> **EXERCISE PROMPT**
Output must match the records, character for character.

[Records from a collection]
------------------------

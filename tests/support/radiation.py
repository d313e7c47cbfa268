"""Pressures by direct sums over cells, per frequency: the program's guard is held against these.

None of the program's code: the piston (Kinsler et al., Fundamentals of Acoustics), a single
resonance (ibid., ch. 1), the air's absorption (ISO 9613-1 eq. 3 to 5), the speed of sound
(Cramer, J. Acoust. Soc. Am. 93 (1993) 2510, eq. 15), mirror images by plane geometry.
"""

from __future__ import annotations

from dataclasses import dataclass, replace

import numpy as np
from numpy.typing import NDArray
from scipy.special import j1
from support.directsum import KELVIN, absorption_np_m

Array = NDArray[np.float64]
Complex = NDArray[np.complex128]

PASCALS = 101_325.0
CARBON_DIOXIDE = 400e-6


@dataclass(frozen=True)
class Medium:
    """Air at 101.325 kPa."""

    celsius: float
    humidity_pct: float

    @property
    def speed_m_s(self) -> float:
        """Cramer's eq. 15 with Davis' saturation pressure (Metrologia 29 (1992) 67)."""
        t, p, c = self.celsius, PASCALS, CARBON_DIOXIDE
        k = t + KELVIN
        saturated = np.exp(1.2378847e-5 * k**2 - 1.9121316e-2 * k + 33.93711047 - 6343.1645 / k)
        w = self.humidity_pct / 100.0 * (1.00062 + 3.14e-8 * p + 5.6e-7 * t**2) * saturated / p
        speed = 331.5024 + 0.603055 * t - 0.000528 * t**2
        speed += (51.471935 + 0.1495874 * t - 0.000782 * t**2) * w
        speed += (-1.82e-7 + 3.73e-8 * t - 2.93e-10 * t**2) * p
        speed += (-85.20931 - 0.228525 * t + 5.91e-5 * t**2) * c
        speed += -2.835149 * w**2 - 2.15e-13 * p**2 + 29.179762 * c**2 + 0.000486 * w * p * c
        return float(speed)


@dataclass(frozen=True)
class Rectangle:
    """A surface, as house.toml states it."""

    corner_m: Array
    along_m: Array
    up_m: Array
    reflection: float

    @property
    def normal(self) -> Array:
        """Unit length."""
        across = np.cross(self.along_m, self.up_m)
        return np.asarray(across / np.linalg.norm(across))

    def mirrored(self, points_m: Array) -> Array:
        """Images of points (..., 3)."""
        away = (points_m - self.corner_m) @ self.normal
        return np.asarray(points_m - 2.0 * away[..., None] * self.normal)

    def lets_through(self, image_m: Array, points_m: Array) -> NDArray[np.bool_]:
        """(P,) whether the line from an image to each point crosses the rectangle."""
        way = points_m - image_m
        with np.errstate(divide="ignore", invalid="ignore"):
            share = ((self.corner_m - image_m) @ self.normal) / (way @ self.normal)
            hit = image_m + share[:, None] * way - self.corner_m
            crossed = (share > 0.0) & (share < 1.0)
            for edge in (self.along_m, self.up_m):
                part = hit @ edge / (edge @ edge)
                crossed &= (part >= 0.0) & (part <= 1.0)
        return np.asarray(crossed)


@dataclass(frozen=True)
class Radiator:
    """The cells of one panel where they hang; a full-scale sine on a feed is a phasor of 1.

    cells_m  (N, 3) in the room; axis (3,) of every cell
    feed     (N,) from 0
    gain     (N,) polarity and phase lead of each cell, 0 when dead
    pa_m     rms, of one cell on its axis at 1 m without air's loss, at resonance
    q        0 for a flat answer
    """

    cells_m: Array
    axis: Array
    feed: NDArray[np.int64]
    feeds: int
    gain: Complex
    cell_m: float
    pa_m: float
    resonance_hz: float
    q: float
    medium: Medium

    def transfers_pa(self, points_m: Array, hz: Array) -> Complex:
        """Complex rms pressure (f, P, feeds) per unit phasor on each feed."""
        way = points_m[:, None] - self.cells_m
        distance = np.linalg.norm(way, axis=-1)
        cosine = way @ self.axis / distance
        sine = np.sqrt(np.maximum(0.0, 1.0 - cosine**2))
        strength = self.pa_m * self.gain * (cosine > 0.0) / distance
        onto = np.zeros((len(self.feed), self.feeds))
        onto[np.arange(len(self.feed)), self.feed] = 1.0
        found = np.empty((len(hz), len(points_m), self.feeds), np.complex128)
        for n, f in enumerate(hz):
            k = 2.0 * np.pi * f / self.medium.speed_m_s
            x = np.maximum(0.5 * k * self.cell_m * sine, 1e-9)
            loss = absorption_np_m(float(f), self.medium.celsius, self.medium.humidity_pct)
            answer = 1.0 / (1.0 + 1j * self.q * (f / self.resonance_hz - self.resonance_hz / f))
            pressure = strength * 2.0 * j1(x) / x * np.exp(-(1j * k + loss) * distance) * answer
            found[n] = pressure @ onto
        return found

    def in_mirror(self, surface: Rectangle) -> Radiator:
        """Its image."""
        axis = surface.mirrored(self.cells_m[0] + self.axis) - surface.mirrored(self.cells_m[0])
        cells_m = surface.mirrored(self.cells_m)
        return replace(self, cells_m=cells_m, axis=axis, pa_m=self.pa_m * surface.reflection)

    def with_walls_pa(self, points_m: Array, hz: Array, surfaces: list[Rectangle]) -> Complex:
        """As `transfers_pa`, direct and first reflections added as complex pressures."""
        found = self.transfers_pa(points_m, hz)
        for surface in surfaces:
            image = self.in_mirror(surface)
            seen = surface.lets_through(image.cells_m.mean(axis=0), points_m)
            found[:, seen] += image.transfers_pa(points_m[seen], hz)
        return found

    def phasors(self, aim_m: Array, focused: bool, hz: Array) -> Complex:
        """(f, feeds) that steer at a point, or through it at far focus; cells' leads turned back.

        A feed of several cells takes the mean of their phasors.
        """
        centre = self.cells_m.mean(axis=0)
        far = np.linalg.norm(aim_m - centre)
        if focused:
            lead = np.linalg.norm(aim_m - self.cells_m, axis=-1) - far
        else:
            lead = -(self.cells_m - centre) @ (aim_m - centre) / far
        turns = np.exp(2j * np.pi * np.outer(hz, lead / self.medium.speed_m_s))
        sums = np.zeros((len(hz), self.feeds), np.complex128)
        np.add.at(sums.T, self.feed, (turns * self.gain.conj()).T)
        counts = np.bincount(self.feed, minlength=self.feeds)
        return np.asarray(sums / np.maximum(counts, 1))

------------------------

> **COMPLETED TASK**
filename tests/support/radiation.py
repository d313e7c47cbfa268
"""Pressures by direct sums over cells, per frequency: the program's guard is held against these.

None of the program's code: the piston (Kinsler et al., Fundamentals of Acoustics), a single
resonance (ibid., ch. 1), the air's absorption (ISO 9613-1 eq. 3 to 5), the speed of sound
(Cramer, J. Acoust. Soc. Am. 93 (1993) 2510, eq. 15), mirror images by plane geometry.
"""

from __future__ import annotations

from dataclasses import dataclass, replace

import numpy as np
from numpy.typing import NDArray
from scipy.special import j1
from support.directsum import KELVIN, absorption_np_m

Array = NDArray[np.float64]
Complex = NDArray[np.complex128]

PASCALS = 101_325.0
CARBON_DIOXIDE = 400e-6


@dataclass(frozen=True)
class Medium:
    """Air at 101.325 kPa."""

    celsius: float
    humidity_pct: float

    @property
    def speed_m_s(self) -> float:
        """Cramer's eq. 15 with Davis' saturation pressure (Metrologia 29 (1992) 67)."""
        t, p, c = self.celsius, PASCALS, CARBON_DIOXIDE
        k = t + KELVIN
        saturated = np.exp(1.2378847e-5 * k**2 - 1.9121316e-2 * k + 33.93711047 - 6343.1645 / k)
        w = self.humidity_pct / 100.0 * (1.00062 + 3.14e-8 * p + 5.6e-7 * t**2) * saturated / p
        speed = 331.5024 + 0.603055 * t - 0.000528 * t**2
        speed += (51.471935 + 0.1495874 * t - 0.000782 * t**2) * w
        speed += (-1.82e-7 + 3.73e-8 * t - 2.93e-10 * t**2) * p
        speed += (-85.20931 - 0.228525 * t + 5.91e-5 * t**2) * c
        speed += -2.835149 * w**2 - 2.15e-13 * p**2 + 29.179762 * c**2 + 0.000486 * w * p * c
        return float(speed)


@dataclass(frozen=True)
class Rectangle:
    """A surface, as house.toml states it."""

    corner_m: Array
    along_m: Array
    up_m: Array
    reflection: float

    @property
    def normal(self) -> Array:
        """Unit length."""
        across = np.cross(self.along_m, self.up_m)
        return np.asarray(across / np.linalg.norm(across))

    def mirrored(self, points_m: Array) -> Array:
        """Images of points (..., 3)."""
        away = (points_m - self.corner_m) @ self.normal
        return np.asarray(points_m - 2.0 * away[..., None] * self.normal)

    def lets_through(self, image_m: Array, points_m: Array) -> NDArray[np.bool_]:
        """(P,) whether the line from an image to each point crosses the rectangle."""
        way = points_m - image_m
        with np.errstate(divide="ignore", invalid="ignore"):
            share = ((self.corner_m - image_m) @ self.normal) / (way @ self.normal)
            hit = image_m + share[:, None] * way - self.corner_m
            crossed = (share > 0.0) & (share < 1.0)
            for edge in (self.along_m, self.up_m):
                part = hit @ edge / (edge @ edge)
                crossed &= (part >= 0.0) & (part <= 1.0)
        return np.asarray(crossed)


@dataclass(frozen=True)
class Radiator:
    """The cells of one panel where they hang; a full-scale sine on a feed is a phasor of 1.

    cells_m  (N, 3) in the room; axis (3,) of every cell
    feed     (N,) from 0
    gain     (N,) polarity and phase lead of each cell, 0 when dead
    pa_m     rms, of one cell on its axis at 1 m without air's loss, at resonance
    q        0 for a flat answer
    """

    cells_m: Array
    axis: Array
    feed: NDArray[np.int64]
    feeds: int
    gain: Complex
    cell_m: float
    pa_m: float
    resonance_hz: float
    q: float
    medium: Medium

    def transfers_pa(self, points_m: Array, hz: Array) -> Complex:
        """Complex rms pressure (f, P, feeds) per unit phasor on each feed."""
        way = points_m[:, None] - self.cells_m
        distance = np.linalg.norm(way, axis=-1)
        cosine = way @ self.axis / distance
        sine = np.sqrt(np.maximum(0.0, 1.0 - cosine**2))
        strength = self.pa_m * self.gain * (cosine > 0.0) / distance
        onto = np.zeros((len(self.feed), self.feeds))
        onto[np.arange(len(self.feed)), self.feed] = 1.0
        found = np.empty((len(hz), len(points_m), self.feeds), np.complex128)
        for n, f in enumerate(hz):
            k = 2.0 * np.pi * f / self.medium.speed_m_s
            x = np.maximum(0.5 * k * self.cell_m * sine, 1e-9)
            loss = absorption_np_m(float(f), self.medium.celsius, self.medium.humidity_pct)
            answer = 1.0 / (1.0 + 1j * self.q * (f / self.resonance_hz - self.resonance_hz / f))
            pressure = strength * 2.0 * j1(x) / x * np.exp(-(1j * k + loss) * distance) * answer
            found[n] = pressure @ onto
        return found

    def in_mirror(self, surface: Rectangle) -> Radiator:
        """Its image."""
        axis = surface.mirrored(self.cells_m[0] + self.axis) - surface.mirrored(self.cells_m[0])
        cells_m = surface.mirrored(self.cells_m)
        return replace(self, cells_m=cells_m, axis=axis, pa_m=self.pa_m * surface.reflection)

    def with_walls_pa(self, points_m: Array, hz: Array, surfaces: list[Rectangle]) -> Complex:
        """As `transfers_pa`, direct and first reflections added as complex pressures."""
        found = self.transfers_pa(points_m, hz)
        for surface in surfaces:
            image = self.in_mirror(surface)
            seen = surface.lets_through(image.cells_m.mean(axis=0), points_m)
            found[:, seen] += image.transfers_pa(points_m[seen], hz)
        return found

    def phasors(self, aim_m: Array, focused: bool, hz: Array) -> Complex:
        """(f, feeds) that steer at a point, or through it at far focus; cells' leads turned back.

        A feed of several cells takes the mean of their phasors.
        """
        centre = self.cells_m.mean(axis=0)
        far = np.linalg.norm(aim_m - centre)
        if focused:
            lead = np.linalg.norm(aim_m - self.cells_m, axis=-1) - far
        else:
            lead = -(self.cells_m - centre) @ (aim_m - centre) / far
        turns = np.exp(2j * np.pi * np.outer(hz, lead / self.medium.speed_m_s))
        sums = np.zeros((len(hz), self.feeds), np.complex128)
        np.add.at(sums.T, self.feed, (turns * self.gain.conj()).T)
        counts = np.bincount(self.feed, minlength=self.feeds)
        return np.asarray(sums / np.maximum(counts, 1))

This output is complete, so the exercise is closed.